### Exercise
Take the line that contains "export const load = (async ()" in the data below and each line after it, through the last, and repeat them unchanged.

### Given entries
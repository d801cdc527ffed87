import { requireUser } from '$lib/server/auth/guard';
import { appDatabase } from '$lib/server/db';
import { benchTiles } from '$lib/server/bench-screens/tiles';
import { openAlertsByBench } from '$lib/server/bench-screens/alerts';
import { ingestService } from '$lib/server/ingest/service';
import type { PageServerLoad } from './$types';

export const load = (async ({ locals, depends }) => {
	requireUser(locals);
	depends('app:benches');
	const { db, sqlite } = appDatabase();
	const [tiles, alerts] = await Promise.all([benchTiles(db, sqlite), openAlertsByBench(db)]);
	return { tiles, summaries: ingestService().runs.overview(), alerts };
}) satisfies PageServerLoad;
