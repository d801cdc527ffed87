import { appDatabase } from '$lib/server/db';
import { listBenches } from '$lib/server/repositories/equipment';
import { recordingRunsByBench } from '$lib/server/repositories/runs';
import type { PageServerLoad } from './$types';

export const load = (async () => {
	const { db } = appDatabase();
	const [benches, recording] = await Promise.all([listBenches(db), recordingRunsByBench(db)]);
	const runByBench = new Map(recording.map((r) => [r.bench_id, r]));
	return { benches: benches.map((b) => ({ ...b, run: runByBench.get(b.id) ?? null })) };
}) satisfies PageServerLoad;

### Task answer
export const load = (async () => {
	const { db } = appDatabase();
	const [benches, recording] = await Promise.all([listBenches(db), recordingRunsByBench(db)]);
	const runByBench = new Map(recording.map((r) => [r.bench_id, r]));
	return { benches: benches.map((b) => ({ ...b, run: runByBench.get(b.id) ?? null })) };
}) satisfies PageServerLoad;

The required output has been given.